■ **DATA FOR THIS EXERCISE**:
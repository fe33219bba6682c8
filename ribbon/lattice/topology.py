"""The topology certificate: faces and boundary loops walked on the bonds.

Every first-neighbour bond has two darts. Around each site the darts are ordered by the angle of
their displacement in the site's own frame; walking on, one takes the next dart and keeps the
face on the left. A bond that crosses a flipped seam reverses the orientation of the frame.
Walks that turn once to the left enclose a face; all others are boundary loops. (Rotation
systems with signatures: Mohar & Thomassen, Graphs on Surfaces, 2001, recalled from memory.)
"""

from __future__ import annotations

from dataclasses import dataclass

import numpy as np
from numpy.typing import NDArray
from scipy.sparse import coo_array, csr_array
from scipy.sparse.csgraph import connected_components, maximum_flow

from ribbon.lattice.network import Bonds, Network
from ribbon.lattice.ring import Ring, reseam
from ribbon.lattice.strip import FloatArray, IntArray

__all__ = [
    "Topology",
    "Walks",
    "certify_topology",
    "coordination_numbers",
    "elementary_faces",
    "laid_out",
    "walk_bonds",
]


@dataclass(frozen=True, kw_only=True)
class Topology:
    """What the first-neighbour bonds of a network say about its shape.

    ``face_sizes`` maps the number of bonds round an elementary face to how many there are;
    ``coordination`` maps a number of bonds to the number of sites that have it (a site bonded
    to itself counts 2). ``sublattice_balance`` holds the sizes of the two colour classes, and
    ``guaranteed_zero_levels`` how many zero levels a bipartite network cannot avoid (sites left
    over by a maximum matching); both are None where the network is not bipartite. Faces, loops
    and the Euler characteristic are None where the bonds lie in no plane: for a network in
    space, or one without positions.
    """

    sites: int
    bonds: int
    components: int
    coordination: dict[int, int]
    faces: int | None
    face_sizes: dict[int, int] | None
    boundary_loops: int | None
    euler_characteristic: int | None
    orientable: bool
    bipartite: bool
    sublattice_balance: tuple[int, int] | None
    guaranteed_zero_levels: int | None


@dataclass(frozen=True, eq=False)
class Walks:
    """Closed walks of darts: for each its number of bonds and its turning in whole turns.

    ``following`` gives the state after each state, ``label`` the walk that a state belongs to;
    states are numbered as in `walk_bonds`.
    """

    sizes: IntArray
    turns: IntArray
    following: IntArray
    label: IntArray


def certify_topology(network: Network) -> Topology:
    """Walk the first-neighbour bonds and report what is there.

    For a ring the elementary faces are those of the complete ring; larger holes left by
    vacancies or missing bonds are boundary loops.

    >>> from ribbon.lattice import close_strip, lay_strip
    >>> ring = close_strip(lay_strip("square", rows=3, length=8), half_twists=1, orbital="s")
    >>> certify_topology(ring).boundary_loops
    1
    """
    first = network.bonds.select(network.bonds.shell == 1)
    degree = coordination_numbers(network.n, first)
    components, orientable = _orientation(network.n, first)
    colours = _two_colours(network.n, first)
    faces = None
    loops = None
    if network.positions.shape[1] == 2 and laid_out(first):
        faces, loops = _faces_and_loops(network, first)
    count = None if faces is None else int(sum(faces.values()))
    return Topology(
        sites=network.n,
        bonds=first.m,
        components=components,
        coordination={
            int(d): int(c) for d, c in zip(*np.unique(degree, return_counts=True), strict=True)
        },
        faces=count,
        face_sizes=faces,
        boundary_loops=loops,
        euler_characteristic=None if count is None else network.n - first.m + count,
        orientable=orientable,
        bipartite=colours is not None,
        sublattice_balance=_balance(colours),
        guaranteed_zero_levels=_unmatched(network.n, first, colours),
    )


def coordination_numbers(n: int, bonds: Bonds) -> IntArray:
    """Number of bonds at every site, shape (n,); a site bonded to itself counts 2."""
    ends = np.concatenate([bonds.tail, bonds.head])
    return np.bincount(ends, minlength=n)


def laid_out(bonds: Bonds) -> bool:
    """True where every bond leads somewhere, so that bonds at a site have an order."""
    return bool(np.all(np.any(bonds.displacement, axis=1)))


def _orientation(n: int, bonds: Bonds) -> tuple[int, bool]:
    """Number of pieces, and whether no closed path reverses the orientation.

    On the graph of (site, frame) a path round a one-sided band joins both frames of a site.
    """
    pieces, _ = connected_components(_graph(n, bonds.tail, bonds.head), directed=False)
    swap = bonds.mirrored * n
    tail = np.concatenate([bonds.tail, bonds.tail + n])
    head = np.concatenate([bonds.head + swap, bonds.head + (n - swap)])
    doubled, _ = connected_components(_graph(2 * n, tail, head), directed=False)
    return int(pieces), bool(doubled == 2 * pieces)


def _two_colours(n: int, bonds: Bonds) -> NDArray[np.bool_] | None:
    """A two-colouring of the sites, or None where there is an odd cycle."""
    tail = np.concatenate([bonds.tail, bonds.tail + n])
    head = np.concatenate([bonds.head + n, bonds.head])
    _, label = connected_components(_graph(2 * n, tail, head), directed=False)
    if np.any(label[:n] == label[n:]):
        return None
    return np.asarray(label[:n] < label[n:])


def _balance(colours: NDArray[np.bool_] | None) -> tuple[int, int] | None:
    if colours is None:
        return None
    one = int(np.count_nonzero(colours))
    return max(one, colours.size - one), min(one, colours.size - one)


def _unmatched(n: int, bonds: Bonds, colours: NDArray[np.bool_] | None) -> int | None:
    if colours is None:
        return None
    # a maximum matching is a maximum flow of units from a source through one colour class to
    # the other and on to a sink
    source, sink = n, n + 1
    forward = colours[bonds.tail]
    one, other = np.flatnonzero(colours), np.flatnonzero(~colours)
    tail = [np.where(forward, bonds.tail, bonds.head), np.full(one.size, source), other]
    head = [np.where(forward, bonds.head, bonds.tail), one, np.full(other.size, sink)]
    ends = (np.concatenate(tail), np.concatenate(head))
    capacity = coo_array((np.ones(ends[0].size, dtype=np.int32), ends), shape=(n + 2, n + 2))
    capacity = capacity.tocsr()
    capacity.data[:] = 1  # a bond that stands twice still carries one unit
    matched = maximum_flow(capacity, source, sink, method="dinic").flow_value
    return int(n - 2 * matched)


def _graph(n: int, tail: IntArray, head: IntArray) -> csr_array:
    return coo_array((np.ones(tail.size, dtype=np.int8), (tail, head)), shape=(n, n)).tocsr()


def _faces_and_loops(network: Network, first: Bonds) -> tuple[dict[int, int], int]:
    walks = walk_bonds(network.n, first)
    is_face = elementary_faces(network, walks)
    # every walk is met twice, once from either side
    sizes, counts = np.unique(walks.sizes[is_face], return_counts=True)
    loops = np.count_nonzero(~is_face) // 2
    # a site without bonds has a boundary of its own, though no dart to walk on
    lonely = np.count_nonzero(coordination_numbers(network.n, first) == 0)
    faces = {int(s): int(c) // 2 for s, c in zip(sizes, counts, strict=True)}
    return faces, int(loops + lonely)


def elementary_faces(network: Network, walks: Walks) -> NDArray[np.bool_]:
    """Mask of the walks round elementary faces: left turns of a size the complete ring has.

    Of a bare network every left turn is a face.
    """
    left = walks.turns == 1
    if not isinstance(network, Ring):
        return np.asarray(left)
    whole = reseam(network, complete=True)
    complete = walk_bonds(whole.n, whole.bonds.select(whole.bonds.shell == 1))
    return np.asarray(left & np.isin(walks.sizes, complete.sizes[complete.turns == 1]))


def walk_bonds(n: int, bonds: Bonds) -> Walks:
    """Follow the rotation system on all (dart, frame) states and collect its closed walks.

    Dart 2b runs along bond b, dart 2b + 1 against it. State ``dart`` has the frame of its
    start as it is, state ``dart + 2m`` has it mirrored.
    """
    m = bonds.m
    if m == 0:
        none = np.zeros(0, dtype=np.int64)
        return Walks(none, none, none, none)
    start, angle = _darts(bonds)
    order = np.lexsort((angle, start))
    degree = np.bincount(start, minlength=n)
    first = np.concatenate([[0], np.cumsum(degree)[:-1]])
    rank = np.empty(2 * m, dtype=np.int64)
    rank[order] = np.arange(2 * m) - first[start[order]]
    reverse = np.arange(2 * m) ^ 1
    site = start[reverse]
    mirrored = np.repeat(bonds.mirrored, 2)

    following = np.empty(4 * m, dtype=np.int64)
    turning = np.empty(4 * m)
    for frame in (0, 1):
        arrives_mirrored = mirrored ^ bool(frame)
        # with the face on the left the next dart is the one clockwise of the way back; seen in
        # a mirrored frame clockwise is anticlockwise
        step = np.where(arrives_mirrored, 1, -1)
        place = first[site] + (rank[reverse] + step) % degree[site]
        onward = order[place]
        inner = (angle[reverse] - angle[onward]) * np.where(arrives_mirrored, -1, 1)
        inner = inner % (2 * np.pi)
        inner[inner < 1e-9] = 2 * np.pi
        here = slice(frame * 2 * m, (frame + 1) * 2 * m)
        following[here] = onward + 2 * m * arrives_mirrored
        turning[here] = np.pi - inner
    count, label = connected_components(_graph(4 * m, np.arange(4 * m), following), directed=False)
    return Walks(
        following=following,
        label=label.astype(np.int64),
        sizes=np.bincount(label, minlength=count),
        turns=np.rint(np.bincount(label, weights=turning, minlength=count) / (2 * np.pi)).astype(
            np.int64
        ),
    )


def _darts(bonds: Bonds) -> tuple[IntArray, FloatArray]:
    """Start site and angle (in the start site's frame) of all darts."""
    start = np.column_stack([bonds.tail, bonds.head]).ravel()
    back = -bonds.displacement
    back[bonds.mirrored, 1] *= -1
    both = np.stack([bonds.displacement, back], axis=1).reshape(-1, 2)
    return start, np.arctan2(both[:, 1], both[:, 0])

■ **WORK TO COMPLETE**: Every line from the first through the one containing "Every first-neighbour bond" in the listing above must be given again exactly, with nothing else alongside.

■ **TASK OUTPUT**:
repository fe33219bba6682c8
filename ribbon/lattice/topology.py
"""The topology certificate: faces and boundary loops walked on the bonds.

Every first-neighbour bond has two darts. Around each site the darts are ordered by the angle of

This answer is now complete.